C.D.M., il sessantenne di Vico Equense arrestato lo scorso 17 agosto con l'accusa di essere il piromane del Monte Faito, è stato condannato a sei anni e due mesi di carcere, riconosciuto dunque come il responsabile dell'incendio che ha praticamente distrutto il Monte Faito questa estate.

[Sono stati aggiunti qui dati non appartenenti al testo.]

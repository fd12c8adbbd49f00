// Artwork → STEP entities: every dielectric and copper as faceted prisms (planar B-rep), drills cut as polygonal holes, probe barrel or pin as its own body.
import type { Artwork, ArtworkDrill, ArtworkShape, StackLayer } from '../../artwork';
import {
	contourArea,
	createCircleContour,
	createPolygonContour,
	createRectangleContour,
	differenceRegions,
	flattenContour,
	unionRegions,
	type Point,
	type Region
} from '../../geometry';
import { SOFTWARE_NAME, type ExportMeta } from '../export-meta';
import { bool, derived, enumValue, int, list, real, ref, str, typed, unset, type StepDocument, type StepEntity, type StepRecord, type StepValue } from './commands';

/**
 * Largest gap between a true arc and the chords that stand for it in the STEP file: 0.5 µm keeps
 * every round shape's extents within the 1 µm the tests check and a drill's area within 0.01 %.
 */
export const STEP_CHORD_TOLERANCE_MM = 0.0005;

/** What a body is made of: picks its colour. */
export type StepMaterial = 'copper' | 'core' | 'bonding' | 'probe';

/** Our own colours per material (RGB 0–1): warm copper, a sage laminate, a pale bonding film, a bright probe metal. */
export const STEP_COLOURS: Readonly<Record<StepMaterial, readonly [number, number, number]>> = {
	copper: [0.86, 0.5, 0.27],
	core: [0.42, 0.56, 0.4],
	bonding: [0.86, 0.83, 0.62],
	probe: [0.93, 0.77, 0.36]
};

/** A straight-sided area: outer ring counter-clockwise, holes clockwise, no ring repeating its first point. */
export interface StepFace {
	readonly outer: readonly Point[];
	readonly holes: readonly (readonly Point[])[];
}

/** One named solid: a face extruded from zMm to zMm + thicknessMm. */
export interface StepBody {
	readonly name: string;
	readonly material: StepMaterial;
	readonly face: StepFace;
	readonly zMm: number;
	readonly thicknessMm: number;
}

const ringOf = (points: readonly Point[], counterClockwise: boolean): Point[] => {
	const ring = dropRepeats(points);
	const area = contourArea(createPolygonContour(ring));
	return (area > 0) === counterClockwise ? ring : [...ring].reverse();
};

function dropRepeats(points: readonly Point[]): Point[] {
	const out: Point[] = [];
	for (const p of points) {
		const last = out[out.length - 1];
		if (!last || Math.abs(last[0] - p[0]) > 1e-9 || Math.abs(last[1] - p[1]) > 1e-9) out.push(p);
	}
	while (out.length > 1 && Math.abs(out[0][0] - out[out.length - 1][0]) <= 1e-9 && Math.abs(out[0][1] - out[out.length - 1][1]) <= 1e-9) out.pop();
	return out;
}

const polygonRegion = (points: readonly Point[]): Region => ({ outer: createPolygonContour(points), holes: [] });
const circleRegion = (center: Point, diameterMm: number): Region => polygonRegion(flattenContour(createCircleContour(center, diameterMm / 2), STEP_CHORD_TOLERANCE_MM));

/** A shape's filled area as straight regions (an outline, such as the profile, fills nothing). */
function shapeRegions(shape: ArtworkShape): Region[] {
	const g = shape.geometry;
	if (g.kind === 'circle') return [circleRegion(g.center, g.diameterMm)];
	if (g.kind === 'outline' || g.kind === 'stroke') return [];
	const flat = (c: typeof g.region.outer) => createPolygonContour(flattenContour(c, STEP_CHORD_TOLERANCE_MM));
	return [{ outer: flat(g.region.outer), holes: g.region.holes.map(flat) }];
}

/** The diameter the fab drills: the finished hole plus the barrel wall on both sides when the probe is a plated barrel. */
export function drilledDiameterMm(artwork: Artwork, drill: ArtworkDrill): number {
	const probe = artwork.metadata.probe;
	if (drill.role === 'probe' && drill.plated && probe?.model === 'plated-barrel' && probe.platingThicknessUm !== null) {
		return drill.diameterMm + (2 * probe.platingThicknessUm) / 1000;
	}
	return drill.diameterMm;
}
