#[test]
fn rerunning_one_cell_among_many_keeps_every_other_report() {
    let mut ws = Worksheet::new();
    let i = Interrupt::new();
    // Many cells without ids (as a console sends them), around a named pair.
    for k in 0..120 {
        ws.execute(None, &format!("{k} V + 1 V\n"), &i);
        if k == 40 {
            ws.execute(Some("src"), "given v = 2 V\n", &i);
            ws.execute(Some("use"), "p = v * 0.5 A\n", &i);
        }
    }
    assert_eq!(ws.reports().len(), 122);
    let ex = ws.execute(Some("src"), "given v = 4 V\n", &i);
    let updated: Vec<&str> = ex.updated.iter().map(|u| u.report.cell.as_str()).collect();
    assert_eq!(updated, ["use"]);
    assert!(close(si(&ex.updated[0].report, "p"), 2.0));
    // Every report is still there, in the order of the cells, with its own value.
    let reports = ws.reports();
    assert_eq!(reports.len(), 122);
    assert_eq!(reports[41].cell, "src");
    assert_eq!(reports[42].cell, "use");
    for (k, r) in reports
        .iter()
        .filter(|r| r.cell.starts_with("cell-"))
        .enumerate()
    {
        assert_eq!(r.shown.len(), 1, "{}", r.cell);
        assert!(
            close(si(r, &format!("{k} V + 1 V")), k as f64 + 1.0),
            "{}",
            r.cell
        );
    }
    // A cell deleted in the middle: the others keep their places and values.
    ws.forget(&["cell-7"], &i).expect("not interrupted");
    let ex = ws.execute(Some("src"), "given v = 6 V\n", &i);
    assert!(close(si(&ex.updated[0].report, "p"), 3.0));
    let reports = ws.reports();
    assert_eq!(reports.len(), 121);
    assert!(reports.iter().all(|r| r.cell != "cell-7"));
    let last = reports.last().expect("reports");
    assert!(close(si(last, "119 V + 1 V"), 120.0));
}

#[test]
fn cells_without_ids_are_known_by_their_names() {
    let mut ws = Worksheet::new();
    let i = Interrupt::new();
    let first = ws.execute(None, "given v = 1 V\n", &i).report.cell.clone();
    let again = ws.execute(None, "given v = 2 V\n", &i).report.cell.clone();
    assert_eq!(first, again);
    let other = ws.execute(None, "w = v * 3\n", &i).report.cell.clone();
    assert_ne!(first, other);
}

#[test]
fn cycles_are_named() {
    let r = run("a = b + 1 V\nb = a * 2\n");
    let errs: Vec<_> = r
        .diagnostics
        .iter()
        .filter(|d| d.kind == DiagKind::Cycle)
        .collect();
    assert_eq!(errs.len(), 2);
    assert!(
        errs[0].message.contains("a → b → a") || errs[0].message.contains("b → a → b"),
        "{}",
        errs[0].message
    );
}
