/// What an `EvalError` holds (its fields are read and set through the error).
#[derive(Debug, Clone, PartialEq)]
pub struct EvalErrorData {
    pub kind: DiagKind,
    pub span: Span,
    pub message: String,
    pub hint: Option<String>,
    /// For an error that a failed definition caused (`DependencyFailed`): that failure, so
    /// the definitions further down name it rather than the whole chain.
    pub cause: Option<Failed>,
}

/// Why a definition has no value, as the statements that read it report it.
#[derive(Debug, Clone, PartialEq)]
pub struct Failed {
    /// The definition whose own evaluation failed: this one, or one it depends on.
    pub root: String,
    /// That definition's error.
    pub message: String,
}

impl EvalError {
    // Errors are the rare path: kept out of the evaluator's hot code.
    #[cold]
    pub fn new(kind: DiagKind, span: &Span, message: impl Into<String>) -> Self {
        EvalError(Box::new(EvalErrorData {
            kind,
            span: span.clone(),
            message: message.into(),
            hint: None,
            cause: None,
        }))
    }
    pub fn hint(mut self, h: impl Into<String>) -> Self {
        self.hint = Some(h.into());
        self
    }
    pub fn into_diagnostic(self) -> Diagnostic {
        let e = *self.0;
        let mut d = Diagnostic::error(e.kind, e.span, e.message);
        d.hint = e.hint;
        d
    }
}

impl std::ops::Deref for EvalError {
    type Target = EvalErrorData;
    fn deref(&self) -> &EvalErrorData {
        &self.0
    }
}

impl std::ops::DerefMut for EvalError {
    fn deref_mut(&mut self) -> &mut EvalErrorData {
        &mut self.0
    }
}

type R<T> = Result<T, EvalError>;

/// One uncertain input of the worksheet: a perturbation variable with its range.
#[derive(Debug, Clone, PartialEq)]
pub struct InputInfo {
    pub key: String,
    /// Who it belongs to, for shares and corner descriptions (`InputLabel::text`).
    pub label: InputLabel,
    pub nominal: f64,
    pub lo: f64,
    pub hi: f64,
}

/// What an uncertain input is called in shares and corner descriptions, made into text
/// only when one is shown.
#[derive(Debug, Clone, PartialEq)]
pub enum InputLabel {
    /// A given's tolerance or range: "vin".
    Given(String),
    /// A tolerance written inside a definition: "tolerance in R7".
    Tolerance(String),
    /// A chosen part's tolerance, in its statement: "r = 390 Ω ± 5 % in R7".
    Part(PartLabel, String),
}

impl InputLabel {
    pub fn text(&self) -> String {
        match self {
            InputLabel::Given(name) => name.clone(),
            InputLabel::Tolerance(name) => join(&["tolerance in ", name]),
            InputLabel::Part(part, name) => format!("{} in {name}", part.text()),
        }
    }
}

/// A probed value whose worst case decides a warning.
#[derive(Debug, Clone, PartialEq)]
pub struct ProbeInfo {
    pub scalar: usize,
    /// The statement it belongs to (for the warning's source).
    pub source: String,
    /// The key of that statement.
    pub stmt: String,
    pub rule: WarnRule,
}

/// What the nominal pass discovers, shared by every later pass.
#[derive(Debug, Default, Clone)]
pub struct Registry {
    pub inputs: Vec<InputInfo>,
    input_index: HashMap<String, usize>,
    /// The scalar each input's site produces (its value, for describing corners).
    pub input_scalars: Vec<usize>,
    /// Scalar ids by key; ids are handed out in order, so the map's length is the count.
    scalar_index: HashMap<String, usize>,
    pub(crate) choices: HashMap<String, f64>,
    pub probes: Vec<ProbeInfo>,
    /// Unconditional warnings of built-ins: (statement label, statement key, text).
    pub warnings: Vec<(String, String, String)>,
    /// What built-ins said their statements work with: (statement key, hazard), each once.
    pub hazards: Vec<(String, crate::results::Hazard)>,
    /// The argument ranges of each built-in call seen in a box pass (by call key).
    pub observed: HashMap<String, Vec<Option<Interval>>>,
    /// Argument ranges known from an earlier round, for choices that need them.
    pub known: HashMap<String, Vec<Option<Interval>>>,
    /// Set when a built-in asked for an argument range that was not known yet.
    pub wanted_ranges: std::cell::Cell<bool>,
    units: units::UnitCache,
    /// Buffers for building keys, lent to each built-in call in turn: its own key, and the
    /// keys of its choices and probes.
    call_buf: String,
    key_buf: String,
    /// The buffer for the keys of tolerance sites.
    site_buf: String,
    /// Each built-in call's `CallSite`, by its call key (`sites` indexes `call_sites`).
    sites: HashMap<String, usize>,
    call_sites: Vec<CallSite>,
}

/// What the passes found of one built-in call, by the key the built-in gives each of its
/// choices, parts and probes: the choices and scalar ids that would otherwise be found by
/// building the full key and hashing it, once per pass. A call has a few of each, so a scan
/// beats a map. It only caches lookups: the nominal pass registers as it always does.
#[derive(Debug, Default, Clone)]
struct CallSite {
    choices: Vec<(&'static str, f64)>,
    probes: Vec<(&'static str, usize)>,
    /// A part's input and the scalar of its value.
    parts: Vec<(&'static str, usize, usize)>,
}

impl Registry {
    /// An empty registry with room for the scalars of `definitions` definitions (a few
    /// each: a record has a field per scalar), so the index grows once or not at all.
    pub fn for_definitions(definitions: usize) -> Self {
        Registry {
            scalar_index: HashMap::with_capacity_and_hasher(8 * definitions, Default::default()),
            sites: HashMap::with_capacity_and_hasher(definitions, Default::default()),
            input_index: HashMap::with_capacity_and_hasher(definitions, Default::default()),
            choices: HashMap::with_capacity_and_hasher(definitions, Default::default()),
            observed: HashMap::with_capacity_and_hasher(definitions, Default::default()),
            ..Registry::default()
        }
    }

    /// A unit by its text, parsed once per evaluation.
    pub fn unit(&mut self, text: &str) -> Result<&units::Unit, units::UnitError> {
        self.units.get(text)
    }

    pub fn scalar_id(&mut self, key: &str) -> usize {
        if let Some(&i) = self.scalar_index.get(key) {
            return i;
        }
        let i = self.scalar_index.len();
        self.scalar_index.insert(key.to_string(), i);
        i
    }
    /// How many scalars the nominal pass registered.
    pub fn scalar_count(&self) -> usize {
        self.scalar_index.len()
    }
    pub fn find_scalar(&self, key: &str) -> Option<usize> {
        self.scalar_index.get(key).copied()
    }
    /// The index of the call site with key `call_key` in `call_sites`, added when new.
    fn call_site(&mut self, call_key: &str) -> usize {
        if let Some(&i) = self.sites.get(call_key) {
            return i;
        }
        let i = self.call_sites.len();
        self.call_sites.push(CallSite::default());
        self.sites.insert(call_key.to_string(), i);
        i
    }
}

Il giudizio è arrivato con rito abbreviato: l'uomo ha rinunciato a comparire dinanzi al giudice, ed al momento resta agli arresti domiciliari, mentre gli avvocati difensori preparano il secondo grado di giudizio. L'accusa aveva chiesto sei anni e otto mesi, mentre il collegio difensivo ne aveva addirittura chiesto l'assoluzione, per insufficienza e contraddittorietà della prova. Ma il giudice ha stabilito che l'uomo si è reso responsabile del reato di incendio boschivo, con l'aggravante di aver creato pericolo alle abitazioni. Il sessantenne dovrà anche riconoscere i danni in sede civile a WWF, VAS, Onlus Pro Faito e Comune di Vico Equense, tutti costituitisi parte civile nel processo. "Alle volte la giustizia funziona", ha spiegato l'avvocato della Pro Faito, sulla stessa lunghezza d'onda del presidente del WWF – Terre del Tirreno: "Ci auguriamo possa essere un valido deterrente per folli incendiari e piromani"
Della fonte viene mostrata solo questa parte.